Over 2,000 people in Kozhikode and Malappuram districts were quarantined and kept under observation during the period of the outbreak. To fight the outbreak, M 102.4—a human monoclonal antibody for which clinical trials are still going on—was imported from Australia. This was facilitated by renowned Nipah researcher Christopher Broder. The outbreak also lead to the revival of World Health Organization's Nipah Drug Trials Group, led by Soumya Swaminathan.

A new case of a 23-year-old student was detected again on 4 June 2019 in Kochi. Over 300 people were put under observation, but no further cases were reported. The student later recovered. This is the fourth occurrence reported in India, with previous ones having occurred in 2001 (45 deaths), 2007 (5 deaths), and 2018 (17 deaths).

After Sabith, 16 of the affected patients succumbed to the disease and two patients recovered fully. The outbreak was officially declared over on 10 June 2018.

Virology and epidemiology
The presence of the Nipah virus in patients was confirmed from RT-PCR tests conducted at the Manipal Institute of Virology and the National Virology Institute, Pune.

Though the first set of samples did not detect the virus in bats, later tests proved that fruit bats in the area were the source of the virus.

Response 
On 23 May 2018, Kerala Health Department issued a travel advisory asking travelers to the Northern districts of Kerala to be extra cautious.

On 23 May 2018, State of Kerala, requesting medical advisory from Malaysian Health Department (Kementerian Kesihatan  Malaysia), for treatment and medicines for Nipah virus.

On 25 May 2018, sharing of Information of Virus was posted in the WHO EIS at Malaysian Time. On the same day, the Ministry of Health and Prevention of the United Arab Emirates advised postponing unnecessary travel to Kerala and avoiding its fruits and vegetables until the situation was under control.

On 30 May 2018 construction began on the Institute of Advanced Virology, Kerala, which was founded in response to the outbreak.

On 1 June 2018, Thamarassery diocese in northern Kerala urged churches to stop giving Communion on the tongue, to postpone religious classes, and to avoid weddings and family get-togethers and unnecessary travel until the virus spread was contained.

Recognition 
Kerala's efforts in containing the outbreak under the leadership of the Health Minister K. K. Shailaja and the Health Secretary Rajeev Sadanandan and the then district collector were lauded by many, including the Kerala High Court and Robert Gallo of the Institute of Human Virology, Baltimore.

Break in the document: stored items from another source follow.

def rewrite_tile(src_path: Path, dest: Path, recalibration: dict[str, Any], tag: str, *, window: int) -> int:
    """Write a copy of tile ``src_path`` as a COG at ``dest`` with bands 5 and 6 recalibrated, window by window.

    Returns the number of pixels where p_after_cutoff was capped at p_conversion by more than :data:`CAP_NOTED`.
    """
    raw = dest.with_name(f"{dest.name}.raw.tif")
    ic, ia = BAND["p_conversion"] - 1, BAND["p_after_cutoff"] - 1
    capped = 0
    try:
        with rasterio.open(src_path) as src:
            prof: dict[str, Any] = {
                "driver": "GTiff",
                "height": src.height,
                "width": src.width,
                "count": src.count,
                "dtype": src.dtypes[0],
                "crs": src.crs,
                "transform": src.transform,
                "nodata": src.nodata if src.nodata is not None else NODATA,
                "BIGTIFF": "IF_SAFER",
            }
            if src.height >= 16 and src.width >= 16:
                prof.update(tiled=True, blockxsize=256, blockysize=256)
            sc, off = src.scales, src.offsets
            with rasterio.open(raw, "w", **prof) as dst:
                for i in range(1, src.count + 1):
                    dst.set_band_description(i, src.descriptions[i - 1] or "")
                    dst.update_tags(i, **src.tags(i))
                dst.scales, dst.offsets = sc, off
                dst.update_tags(**{**src.tags(), CORRECTION_TAG: tag})
                for r0 in range(0, src.height, window):
                    for c0 in range(0, src.width, window):
                        win = rasterio.windows.Window(c0, r0, min(window, src.width - c0), min(window, src.height - r0))
                        data = src.read(window=win)
                        ok = (data[ic] != NODATA) & (data[ia] != NODATA)
                        # Counted where the cap lowers p_after_cutoff by more than CAP_NOTED (tiny probabilities cross often, harmlessly).
                        data[ic][ok], data[ia][ok], n = recalibrate_stored(data[ic][ok], data[ia][ok], (sc[ic], sc[ia]), (off[ic], off[ia]), recalibration, noted=CAP_NOTED)
                        capped += n
                        dst.write(data, window=win)
        write_cog(raw, dest)
    finally:
        raw.unlink(missing_ok=True)
    return capped
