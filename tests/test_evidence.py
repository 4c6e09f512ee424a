"""Evidence pages of farm plots, on a tiny region built in code whose every date can be told apart by its pixels.

The imagery: 16 × 16 pixels, four dates a year 2019–2022, forest everywhere
until a block of pixels under plot P-conv is cleared (bare soil) from May
2021 on. Each date's blue band carries its own value (300 + 10 × date
number, stored), so a chip's pixels say which date it was drawn from. The
map: the same grid, the block mapped as converted in 2021 (interval
2020–2021). Clouds: the last date of 2020 and the first of 2021 are cloudy
over most of the plot, so the last clear view before the onset year is
2020-08-15 and the first ones from it on are 2021-05-16, 2021-08-15 and
2021-11-14. Reference values: NDVI and NBR by their published formulas
(Rouse et al. 1974; Key & Benson 2006), worked out here by hand.
"""

from __future__ import annotations

import hashlib
import json
from datetime import date
from pathlib import Path

import numpy as np
import pytest
import rasterio
import shapely
from PIL import Image

from plantation.errors import ConfigError, FileFormatError, RegionError
from plantation.farmplots.cutoff import PlotsConfig, run
from plantation.farmplots.evidence import (
    EVIDENCE_JSON,
    FALSE_COLOUR,
    TRUE_COLOUR,
    EvidenceConfig,
    PageCanvas,
    choose_dates,
    draw_page,
    gather,
    page_name,
    page_text,
    read_evidence,
    stretch,
)
from plantation.imagery.config import LabelsConfig, MaskConfig, RegionConfig, ScalingRule, TileConfig
from plantation.imagery.region import open_tile
from plantation.mapping.folder import FORMAT
from plantation.mapping.styles import year_colours
from tests.conftest import BANDS, CRS, TRANSFORM, write_map_tile, write_stack

SIDE = 16
DATES = [f"{y}-{md}" for y in (2019, 2020, 2021, 2022) for md in ("02-14", "05-16", "08-15", "11-14")]
FOREST = np.array([300, 500, 250, 3500, 1800, 700], np.int16)
SOIL = np.array([900, 1200, 1500, 2200, 3000, 2500], np.int16)
#: The converted block, rows and columns 5..10, cleared from this date on.
BLOCK = (slice(5, 11), slice(5, 11))
CLEARED_FROM = DATES.index("2021-05-16")
CLOUDY = (DATES.index("2020-11-14"), DATES.index("2021-02-14"))


def imagery() -> tuple[np.ndarray, np.ndarray]:
    v = np.broadcast_to(FOREST[None, :, None, None], (len(DATES), 6, SIDE, SIDE)).copy()
    for k in range(CLEARED_FROM, len(DATES)):
        v[k][(slice(None), *BLOCK)] = SOIL[:, None, None]
    v[:, 0] += (10 * np.arange(len(DATES)))[:, None, None].astype(np.int16)  # each date its own blue
    qa = np.zeros((len(DATES), SIDE, SIDE), np.int16)
    for k in CLOUDY:
        qa[k, 4:12, 4:12] = 1  # cloud bit over most of the plot
    return v, qa


def write_map(folder: Path, name: str = "t1") -> Path:
    """A map tile on the imagery's grid: the block mapped as converted in 2021 (interval 2020–2021), p_after_cutoff 0.98 there."""
    folder.mkdir(parents=True, exist_ok=True)
    bands = np.zeros((8, SIDE, SIDE), np.int16)
    bands[0] = 1
    bands[7] = 12
    bands[(0, *BLOCK)] = 2
    bands[(1, *BLOCK)] = 2021
    bands[(2, *BLOCK)] = 2020
    bands[(3, *BLOCK)] = 2021
    bands[(4, *BLOCK)] = 9500
    bands[(5, *BLOCK)] = 9800
    bands[5][0:3, 0:3] = 300
    path = folder / f"{name}.tif"
    write_map_tile(path, bands, crs=CRS, transform=TRANSFORM, tags={"cutoff_year": "2020", "interval_level": "0.8"})
    doc = {"format": FORMAT, "producer": "test", "tiles": {name: {"file": path.name, "sha256": hashlib.sha256(path.read_bytes()).hexdigest(), "tile": name, "converted_ha": {"2021": 3.24}}}}
    (folder / "manifest.json").write_text(json.dumps(doc))
    return folder


def box(r0: float, c0: float, r1: float, c1: float) -> shapely.Polygon:
    (xa, ya), (xb, yb) = TRANSFORM * (c0, r0), TRANSFORM * (c1, r1)
    return shapely.box(min(xa, xb), min(ya, yb), max(xa, xb), max(ya, yb))


@pytest.fixture
def region(tmp_path: Path) -> RegionConfig:
    v, qa = imagery()
    folder = write_stack(tmp_path / "img", DATES, v, qa)
    return RegionConfig(
        name="tiny",
        tiles=[TileConfig(name="t1", path=str(folder))],
        bands=BANDS,
        nodata=-9999,
        mask=MaskConfig(band=7, invalid_bits=[0, 1, 2]),
        scaling=[ScalingRule(start=None, scale=1e-4, offset=0.0)],
        labels=LabelsConfig(path=None, crs=CRS),
        chunk=8,
    )


def write_plots(path: Path, geoms: list, ids: list) -> Path:
    import pyogrio

    wkb = np.array([shapely.to_wkb(g) for g in geoms], dtype=object)
    pyogrio.raw.write(path, wkb, [np.array(ids, dtype=object)], ["id"], geometry_type="Polygon", crs=CRS, driver="GPKG")
    return path


# --------------------------------------------------------------------------- one page's content


def test_known_converted_plot_shows_its_onset_and_chips_of_the_right_dates(region: RegionConfig, tmp_path: Path) -> None:
    maps = write_map(tmp_path / "maps")
    stack = open_tile(region.tiles[0], region)
    cfg = EvidenceConfig(views_after=3, margin=2, min_window=12)
    ev = gather(box(5, 5, 11, 11), maps / "t1.tif", stack, region.bands, date(2020, 12, 31), cfg)

    assert (ev.onset_year, ev.onset_lo, ev.onset_hi) == (2021, 2020, 2021)
    assert ev.converted_share == 1.0
    assert ev.p_max == pytest.approx(0.98)
    # The window: the plot (rows/cols 5..10) and 2 pixels around, grown to 12 a side.
    assert ev.window == (2, 2, 12, 12)
    assert int(ev.inside.sum()) == 36
    # Clear views: every date but the two cloudy ones.
    assert [str(d) for d in ev.dates[~ev.clear]] == ["2020-11-14", "2021-02-14"]
    # The chips' dates: the last clear view before 2021, then the first three from 2021 on.
    assert [str(ev.dates[t]) for t in ev.chip_dates] == ["2020-08-15", "2021-05-16", "2021-08-15", "2021-11-14"]

    # Each chip is the imagery of its date, stretched: read the files independently and compare pixel by pixel.
    for k, t in enumerate(ev.chip_dates):
        with rasterio.open(Path(region.tiles[0].path) / f"scene_{DATES[t]}.tif") as src:
            raw = src.read(list(range(1, 7)), window=rasterio.windows.Window(2, 2, 12, 12)).astype(np.float64) * 1e-4
        for ch, (role, lo, hi) in enumerate(TRUE_COLOUR):
            want = np.clip((raw[BANDS.index(role)] - lo) / (hi - lo), 0, 1)
            np.testing.assert_allclose(ev.true_colour[k][..., ch], want, atol=1e-6)
        for ch, (role, lo, hi) in enumerate(FALSE_COLOUR):
            want = np.clip((raw[BANDS.index(role)] - lo) / (hi - lo), 0, 1)
            np.testing.assert_allclose(ev.false_colour[k][..., ch], want, atol=1e-6)
        # The blue channel names the date: (300 + 10 t) / 10000 / 0.15.
        assert ev.true_colour[k][0, 0, 2] == pytest.approx((300 + 10 * t) * 1e-4 / 0.15, abs=1e-6)
    # Forest before (dark red channel), bare soil after (red saturated) inside the plot.
    assert ev.true_colour[0][5, 5, 0] == pytest.approx(0.025 / 0.15, abs=1e-6)
    assert ev.true_colour[1][5, 5, 0] == pytest.approx(1.0, abs=1e-6)

    # The plot's medians: forest NDVI (3500 − 250) / (3500 + 250), soil (2200 − 1500) / (2200 + 1500); NBR likewise with SWIR2.
    assert ev.ndvi[0] == pytest.approx(3250 / 3750, abs=1e-6)
    assert ev.ndvi[CLEARED_FROM] == pytest.approx(700 / 3700, abs=1e-6)
    assert ev.nbr[0] == pytest.approx(2800 / 4200, abs=1e-6)
    assert ev.nbr[CLEARED_FROM] == pytest.approx(-300 / 4700, abs=1e-6)
    assert np.isnan(ev.ndvi[list(CLOUDY)]).all()

    text = " ".join(
        page_text(
            ev,
            {"verdict": "strong_evidence", "expected_after_ha": 2.92, "after_lo_ha": 3.24, "after_hi_ha": 3.24, "mapped_ha": 3.24, "share_after": 0.9, "reasons": ["at least 3.24 ha converted"]},
            date(2020, 12, 31),
            0.9,
            0.8,
        )
    )
    assert "Mapped onset year: 2021 (80% credible interval of the year: 2020–2021)" in text
    assert "Verdict: strong evidence." in text and "at least 3.24 ha converted" in text
    assert "14 of 16 dates" in text


def test_plot_without_a_mapped_conversion_shows_the_views_around_the_cutoff(region: RegionConfig, tmp_path: Path) -> None:
    maps = write_map(tmp_path / "maps")
    stack = open_tile(region.tiles[0], region)
    ev = gather(box(0, 0, 3, 3), maps / "t1.tif", stack, region.bands, date(2020, 12, 31), EvidenceConfig(views_after=2))
    assert ev.onset_year is None and ev.boundary == date(2021, 1, 1)
    # The plot lies outside the clouds: every date is clear.
    assert [str(ev.dates[t]) for t in ev.chip_dates] == ["2020-11-14", "2021-02-14", "2021-05-16"]
    assert ev.p_max == pytest.approx(0.03)
    assert "No pixel of the plot is mapped as converted" in " ".join(page_text(ev, {"verdict": "review"}, date(2020, 12, 31), 0.9, 0.8))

Kerala Government gave early increments to 61 people to reward them for their efforts in tackling this outbreak: 4 assistant professors, 19 staff nurses, 7 nursing assistants, 17 cleaning staff, 4 hospital attenders, 2 health inspectors, 4 security staff, 1 plumber, and 3 lab technicians. Twelve junior residents and two senior residents were also awarded gold medals of one sovereign each.

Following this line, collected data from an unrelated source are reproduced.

@dataclass
class MapTile:
    """One finished tile: its file, bytes' sha256, grid and the scale of its p_after_cutoff band."""

    name: str
    path: Path
    sha256: str
    grid: Grid
    cutoff_year: int
    #: p_after_cutoff = stored × scale + offset.
    scale: float
    offset: float
    #: The probability correction applied after mapping (its :data:`CORRECTION_TAG`); None: the probabilities as the model gave them.
    correction: dict[str, Any] | None = None
    #: The tile has the fire layers (:data:`FIRE_LAYERS`); maps made before them have not.
    has_fire: bool = False


@dataclass
class MappedRegion:
    """The tiles of a mapped region, sorted by name.

    ``converted_ha`` is the map's pixel-count area mapped as converted by
    onset year, summed over tiles (its keys are the years the map can hold);
    ``model`` and ``model_sha256`` what made it, where recorded.
    """

    folder: Path
    tiles: list[MapTile]
    cutoff_year: int
    converted_ha: dict[int, float]
    manifest_sha256: str
    model: str | None = None
    model_sha256: str | None = None

    @property
    def years(self) -> list[int]:
        return sorted(self.converted_ha)

    @property
    def correction(self) -> dict[str, Any] | None:
        """The probability correction the tiles carry (:attr:`MapTile.correction`); the first tile's if they differ."""
        return self.tiles[0].correction if self.tiles else None

    def correction_text(self) -> str:
        """One line on the probability correction the map carries, for the farm-plot outputs and the report."""
        texts = sorted({describe_correction(t.correction) for t in self.tiles})
        if len(texts) <= 1:
            return texts[0] if texts else NO_CORRECTION
        return "mixed across tiles: " + "; ".join(f"{t.name}: {describe_correction(t.correction)}" for t in self.tiles)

Lini Puthussery, a  28 year old nurse at the Perambra Taluk hospital who fell victim to Nipah was hailed on social media and by doctors as a hero for her sacrifice. A note she had written addressed to her husband Sajish was widely circulated on social media. Kerala Government Hospital Development Society (KGHDS) employees union instituted an award in Puthussery's name to an outstanding person in the sector. The "Best Nurse in Public Service Award" was instituted in memory of Puthussery. Jim Campbell, the Director of the Health Workforce of World Health Organisation also paid tribute, tweeting "Remember them, lest we forget: Razan al-Najjar (Gaza); Lini Puthusserry (India),  Salome Karwah (Liberia)".

Following the outbreak, the government modernized its only virology lab in Alappuzha and decided to establish more virology institutes in the state.

2021 Outbreak

Timeline
The 2021 Kerala Nipah virus outbreak started with the death of a 12-year-old boy in Pazhur, Kozhikode. The outbreak was localized in the Pazhur village located within the Chathamangalam Gram panchayat in the Kozhikode district of Kerala, and it claimed one life. The outbreak was contained and declared over on 5 September 2021. This was the third Nipah virus outbreak in Kerala, the earlier being in 2018 and 2019. The Central Government has rushed a team of the National Centre for Disease Control to the state, which will provide technical support. Relatives of the dead boy and all those involved in his treatment have been put under quarantine.

The index case of the outbreak was reported at a private hospital in Kozhikode on 5 September 2021, a 12-year-old boy from Chathamangalam, in the Kozhikode district of Kerala, who died after testing positive for a Nipah virus infection. The report of this new Nipah infection, which spreads through saliva of fruit bats, comes three years after a previous outbreak that had claimed 17 lives in the state. Following the death of Nipa, the Chathamangamalam Grama Panchayat and the adjoining areas were placed under strict control by the Health Department and the Police. Those in close contact with the child were placed in isolation. and all of them had a negative test result.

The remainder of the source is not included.